EXERCISE OBJECTIVE:
Each line of the material below that holds the word "BadNumber" needs to be copied.
(GIVEN INFORMATION Opens)
fn unquote(s: &str) -> String {
    let inner = &s[1..s.len() - 1];
    let mut out = String::new();
    let mut chars = inner.chars();
    while let Some(c) = chars.next() {
        if c == '\\' {
            match chars.next() {
                Some('n') => out.push('\n'),
                Some('t') => out.push('\t'),
                Some(o) => out.push(o),
                None => {}
            }
        } else {
            out.push(c);
        }
    }
    out
}

#[cfg(test)]
mod tests {
    use super::*;

    fn expr_of(src: &str) -> Expr {
        match parse_line(&format!("x = {src}"), FileId(0), 0, 1) {
            Ok(Some(Stmt {
                kind: StmtKind::Def(d), ..
            })) => d.expr,
            other => panic!("{src}: {other:?}"),
        }
    }

    fn err_of(src: &str) -> Diagnostic {
        parse_line(src, FileId(0), 0, 1).expect_err(src)
    }

    fn shape(e: &Expr) -> String {
        match &e.kind {
            ExprKind::Number { value, imag, unit } => {
                let mut s = format!("{value}");
                if *imag {
                    s.push('j');
                }
                if let Some(u) = unit {
                    s.push_str(&format!("[{}]", u.unit.symbol));
                }
                s
            }
            ExprKind::Name(i) => i.name.clone(),
            ExprKind::Field(b, f) => format!("{}.{}", shape(b), f.name),
            ExprKind::Call { func, args } => {
                format!(
                    "{}({})",
                    func.name,
                    args.iter().map(shape).collect::<Vec<_>>().join(",")
                )
            }
            ExprKind::Unary(UnOp::Neg, e) => format!("(-{})", shape(e)),
            ExprKind::Unary(UnOp::Pos, e) => format!("(+{})", shape(e)),
            ExprKind::Binary(op, a, b) => format!("({} {} {})", shape(a), op.symbol(), shape(b)),
            ExprKind::Paren(e, u) => match u {
                Some(u) => format!("{}[{}]", shape(e), u.unit.symbol),
                None => shape(e),
            },
            ExprKind::Search(s) => {
                let goal = match &s.goal {
                    SearchGoal::Equals(v) => format!("= {}", shape(v)),
                    SearchGoal::Largest => "largest".into(),
                    SearchGoal::Smallest => "smallest".into(),
                };
                format!(
                    "[{} in {}..{} | {} {goal}]",
                    s.var.name,
                    shape(&s.lo),
                    shape(&s.hi),
                    shape(&s.target)
                )
            }
        }
    }

    #[test]
    fn search_forms() {
        assert_eq!(
            shape(&expr_of("C in 0 .. 2 mF where pf = 0.95")),
            "[C in 0..2[mF] | pf = 0.95]"
        );
        assert_eq!(
            shape(&expr_of("C in 0..2mF where abs(V) is largest")),
            "[C in 0..2[mF] | abs(V) largest]"
        );
        assert_eq!(
            shape(&expr_of("f in 10Hz..1MHz where abs(Z) is smallest")),
            "[f in 10[Hz]..1[MHz] | abs(Z) smallest]"
        );
        // A number without a unit before `where` or `is`.
        assert_eq!(shape(&expr_of("x in 0 .. 2 where y = 1")), "[x in 0..2 | y = 1]");
        assert_eq!(
            shape(&expr_of("x in 0 .. 2 where y*2 is largest")),
            "[x in 0..2 | (y * 2) largest]"
        );
        // `0..2` is two numbers, `0.5` still one.
        assert_eq!(shape(&expr_of("x in 0.5..2.5 where y = 1")), "[x in 0.5..2.5 | y = 1]");
        // Names that begin with the words are still names.
        assert_eq!(shape(&expr_of("index * island")), "(index * island)");
        let d = err_of("x = C in 0 .. 2 mF where pf is biggest");
        assert!(d.label.contains("largest"), "{d:?}");
    }

    #[test]
    fn precedence_follows_the_language_definition() {
        assert_eq!(shape(&expr_of("R1 + R2 || R3")), "(R1 + (R2 || R3))");
        assert_eq!(shape(&expr_of("a || b * c")), "(a || (b * c))");
        assert_eq!(shape(&expr_of("-x^2")), "(-(x ^ 2))");
        assert_eq!(shape(&expr_of("2^-1")), "(2 ^ (-1))");
        assert_eq!(shape(&expr_of("a -- b || c")), "((a -- b) || c)");
        assert_eq!(shape(&expr_of("a - -b")), "(a - (-b))");
        assert_eq!(shape(&expr_of("V / Z ∠ 30")), "(V / (Z ∠ 30))");
        assert_eq!(shape(&expr_of("2^3^2")), "(2 ^ (3 ^ 2))");
    }

    #[test]
    fn numbers_prefixes_and_units() {
        assert_eq!(shape(&expr_of("4.7k")), "4700");
        assert_eq!(shape(&expr_of("5m")), "0.005");
        assert_eq!(shape(&expr_of("1.5e3")), "1500");
        assert_eq!(shape(&expr_of("20 Ω")), "20[Ω]");
        assert_eq!(shape(&expr_of("4.7uF")), "4.7[uF]");
        assert_eq!(shape(&expr_of("13.8 kV")), "13.8[kV]");
        assert_eq!(shape(&expr_of("(6 + j10) Ω")), "(6 + 10j)[Ω]");
        assert_eq!(shape(&expr_of("377 rad/s")), "377[rad/s]");
        assert_eq!(shape(&expr_of("2.2µ")), "0.0000022");
    }

    #[test]
    fn imaginary_forms() {
        assert_eq!(shape(&expr_of("3j")), "3j");
        assert_eq!(shape(&expr_of("j3")), "3j");
        assert_eq!(shape(&expr_of("-j30")), "(-30j)");
        assert_eq!(shape(&expr_of("j4.5")), "4.5j");
        assert_eq!(shape(&expr_of("j * w * L")), "((j * w) * L)");
        assert_eq!(shape(&expr_of("6 + j10")), "(6 + 10j)");
        assert_eq!(shape(&expr_of("6 + 10j")), "(6 + 10j)");
        assert_eq!(shape(&expr_of("j10 Ω")), "10j[Ω]");
    }

    #[test]
    fn polar_forms() {
        assert_eq!(shape(&expr_of("277 V ∠ -30°")), "(277[V] ∠ (-30[°]))");
        assert_eq!(shape(&expr_of("277 V /_ -30")), "(277[V] ∠ (-30))");
        assert_eq!(shape(&expr_of("1 /_ 0.5 rad")), "(1 ∠ 0.5[rad])");
    }

    #[test]
    fn statements() {
        let s = parse_line("Ibank = Qc / Vll [A]  # bank current", FileId(0), 0, 1)
            .unwrap()
            .unwrap();
        match s.kind {
            StmtKind::Def(d) => {
                assert_eq!(d.name.name, "Ibank");
                assert_eq!(d.display.unwrap().unit.symbol, "A");
            }
            k => panic!("{k:?}"),
        }
        assert_eq!(s.comment.as_deref(), Some("bank current"));
        let s = parse_line("check Z ~= 5 Ω +- 1%", FileId(0), 0, 1).unwrap().unwrap();
        match s.kind {
            StmtKind::Check(c) => assert!(matches!(c.tol, Tolerance::Relative(r, _) if (r - 0.01).abs() < 1e-15)),
            k => panic!("{k:?}"),
        }
        let s = parse_line("check Z ≈ 5 Ω ± 0.1 Ω", FileId(0), 0, 1).unwrap().unwrap();
        assert!(matches!(
            s.kind,
            StmtKind::Check(Check {
                tol: Tolerance::Absolute(_),
                ..
            })
        ));
        let s = parse_line("@title \"Feeder #3 study\"", FileId(0), 0, 1)
            .unwrap()
            .unwrap();
        match s.kind {
            StmtKind::Directive(d) => assert_eq!(d.args[0].text, "Feeder #3 study"),
            k => panic!("{k:?}"),
        }
        assert!(parse_line("   # only a comment", FileId(0), 0, 1).unwrap().is_none());
        assert!(parse_line("", FileId(0), 0, 1).unwrap().is_none());
    }

    #[test]
    fn errors_are_located() {
        let d = err_of("x = (1 + 2");
        assert_eq!(d.span.unwrap().start, 4);
        assert!(d.message.contains("unclosed"));
        let d = err_of("x = 5 m");
        assert_eq!(d.code, ErrorCode::AmbiguousUnit);
        let d = err_of("x = 20 ohms");
        assert_eq!(d.code, ErrorCode::UnknownUnit);
        assert!(d.hint.unwrap().contains("ohm"));
        let d = err_of("x = 2 L");
        assert!(d.hint.unwrap().contains('*'));
        let deep = format!("x = {}1{}", "(".repeat(200_000), ")".repeat(200_000));
        assert_eq!(
            parse_line(&deep, FileId(0), 0, 1).unwrap_err().code,
            ErrorCode::LineTooLong
        );
        let deep = format!("x = {}1{}", "(".repeat(100), ")".repeat(100));
        assert_eq!(
            parse_line(&deep, FileId(0), 0, 1).unwrap_err().code,
            ErrorCode::NestingTooDeep
        );
        let d = err_of("x = 1e999");
        assert_eq!(d.code, ErrorCode::BadNumber);
        // Literals beyond a double once a glued prefix or a unit scales
        // them, or so small they would read as zero (IEEE 754 binary64:
        // largest finite about 1.8e308, smallest subnormal about 4.9e-324).
        for src in [
            "x = 1e308T",
            "x = 1e308 kV",
            "x = j1e308 GΩ",
            "x = 1e-400",
            "x = 1e-320 fF",
        ] {
            assert_eq!(err_of(src).code, ErrorCode::BadNumber, "{src}");
        }
        for src in ["x = 1e290T", "x = 1e-320", "x = 0e-400", "x = 0.0 fF", "x = 1.7e308"] {
            assert!(parse_line(src, FileId(0), 0, 1).is_ok(), "{src}");
        }
    }

    #[test]
    fn spans_leave_out_trailing_comments() {
        let line = "x = atan(y)   # note";
        let s = parse_line(line, FileId(0), 0, 1).unwrap().unwrap();
        match s.kind {
            StmtKind::Def(d) => assert_eq!(&line[d.expr.span.range()], "atan(y)"),
            k => panic!("{k:?}"),
        }
        let line = "x = a.b # c";
        let s = parse_line(line, FileId(0), 0, 1).unwrap().unwrap();
        match s.kind {
            StmtKind::Def(d) => assert_eq!(&line[d.expr.span.range()], "a.b"),
            k => panic!("{k:?}"),
        }
    }

    #[test]
    fn long_chains_do_not_overflow() {
        let chain = format!("x = {}", vec!["1"; 4000].join("+"));
        let d = parse_line(&chain, FileId(0), 0, 1).unwrap_err();
        assert_eq!(d.code, ErrorCode::NestingTooDeep);
        let signs = format!("x = {}1", "- ".repeat(3000));
        assert!(parse_line(&signs, FileId(0), 0, 1).is_err());
    }
}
(GIVEN INFORMATION Closes)
SOLUTION:
        assert_eq!(d.code, ErrorCode::BadNumber);
            assert_eq!(err_of(src).code, ErrorCode::BadNumber, "{src}");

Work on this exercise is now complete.